Líder da oposição no Senado, Randolfe é aliado do ex-senador e ex-governador João Capiberibe (PSB-AP), principal adversário de Josiel Alcolumbre na corrida à prefeitura. O grupo defende o adiamento da eleição marcada para este domingo e alega que não há condições de prosseguir com a campanha sem o restabelecimento da energia.

Na liminar concedida no sábado em que determinou que a concessionária resolvesse o problema em três dias, o juiz federal João Bosco abriu prazo de 12 horas para a instituição de um grupo de trabalho com representantes do Ministério de Minas e Energia, da Eletronorte, da Companhia de Energia do Amapá (CEA) e da Isolux. “Estamos regredindo para os tempos da idade média, em razão de um Estado que enveredou totalmente para o descaminho da corrupção e da má gestão”, escreveu o juiz em sua decisão.

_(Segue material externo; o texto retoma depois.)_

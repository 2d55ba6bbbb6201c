"""Ionic conductivity from diffusivities: Nernst–Einstein, Haven ratio, screening tiers.

Formulas (``../shared/REFERENCES.md``, Conductivity; docs/methods):

* tracer route: σ = N q² D* / (V k_B T H_R), H_R the Haven ratio (default 1, always
  recorded);
* collective route: σ = N q² D_σ / (V k_B T), no Haven ratio, with
  D_σ = lim ⟨|Σ_i Δr_i(t)|²⟩ / (2 d N t);
* several mobile species together: σ = lim ⟨|Σ_i q_i Δr_i(t)|²⟩ / (2 d V k_B T t), from
  the slope of the charge-weighted MSD.

N is the number of mobile ions in the cell, V the cell volume, q = z e. Constants
come from :mod:`diffkit.units` (scipy.constants, CODATA). σ is in S/cm and also
given in mS/cm.

σ at a target temperature (300 K by default) comes from an Arrhenius fit
(:mod:`diffkit.arrhenius`) either of ln D (then Nernst–Einstein at the target, with a
volume the caller chooses: see :func:`volume_at`) or of ln(σT) built from σ at each
simulated temperature (each with its own volume). Because ln σ = ln D + constant,
the σ band is the D band times the Nernst–Einstein factor (delta method in ln space,
exact for a line).
"""

from __future__ import annotations

import math
import warnings
from dataclasses import dataclass, field

import numpy as np
from scipy import stats as _stats

from .arrhenius import (_SUSPICIOUS_D_CM2_PER_S, ArrheniusFit, _as_1d, _check_bounds,
                        _check_inputs, fit_arrhenius)
from ._checks import positive_number
from .errors import DiffkitWarning, FitError, InputError, UsageError
from .units import (A2_PER_PS_IN_CM2_PER_S, A3_IN_CM3, E_CHARGE_C, K_B_J_PER_K, MS_PER_S,
                    a2ps_to_cm2s)
from .results import to_plain

__all__ = [
    "Conductivity",
    "ExtrapolatedConductivity",
    "VolumeChoice",
    "ConductivityTiers",
    "CandidateSummary",
    "UNRESOLVED_TIER",
    "CAUTIONS",
    "default_charge",
    "nernst_einstein",
    "nernst_einstein_from_internal",
    "collective_conductivity",
    "sigma_from_charge_msd_slope",
    "fit_arrhenius_sigma_T",
    "extrapolate_conductivity",
    "volume_at",
    "summarize_candidate",
]

# S -> mS: the SI prefix milli, exact by definition.
_MS_PER_S = MS_PER_S

#: Default charges (elementary charges) of common mobile cations.
_DEFAULT_CHARGES = {
    **{s: 1 for s in ("Li", "Na", "K", "Rb", "Cs", "Fr")},  # alkali metals
    **{s: 2 for s in ("Be", "Mg", "Ca", "Sr", "Ba", "Ra")},  # alkaline-earth metals
    "Zn": 2,
}

#: Tier name used when the 95% band spans more than one tier.
UNRESOLVED_TIER = "unresolved"

#: Plain sentences every candidate summary carries.
CAUTIONS = (
    "Computed values are screening estimates; they defer to measurement.",
    "Extrapolation to the target temperature assumes one conduction mechanism and no phase "
    "change between the simulated temperatures and the target.",
    "Making and handling candidate materials (many are air- or moisture-sensitive, some "
    "release toxic gases) follows local safety rules and licensed practice.",
)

Apagão no Amapá gera crise de abastecimento e caos. Veja vídeos

Crise sem precedente

Em sua decisão, o magistrado alegou que ocorre no Amapá coloca em xeque todo o “precário sistema” de fiscalização federal sobre a empresa responsável pela manutenção dos serviços de subestação. O magistrado destacou que a apuração dos danos até agora está sendo capitaneada pelo governo federal sem que haja contrapartida do grupo espanhol.

O ministro de Minas e Energia, Bento Albuquerque, visitou o estado, onde se encontrou com o presidente do Senado, Davi Alcolumbre (DEM-AP). Bento Albuquerque autorizou o governo estadual a contratar até 150 MegaWatss (MW). O ministro afirmou que a energia deve voltar à normalidade em todo o estado em até dez dias.

O fogo começou na noite de terça-feira depois que um raio atingiu um transformador da Subestação de Macapá. As linhas de transmissão Laranjal/Macapá e as usinas hidrelétricas Coaracy Nunes e Ferreira Gomes foram desligadas automaticamente, segundo o Ministério de Minas e Energia. 

O apagão provocou crise de abastecimento de água, de alimentos e de combustível em todo o estado. Filas quilométricas para compra de combustível e de água se formaram pelas cidades. O comércio foi parcialmente fechado, faltaram alimentos nas prateleiras e a população ainda enfrenta também dificuldades para sacar dinheiro e lidar com o calor extremo da região.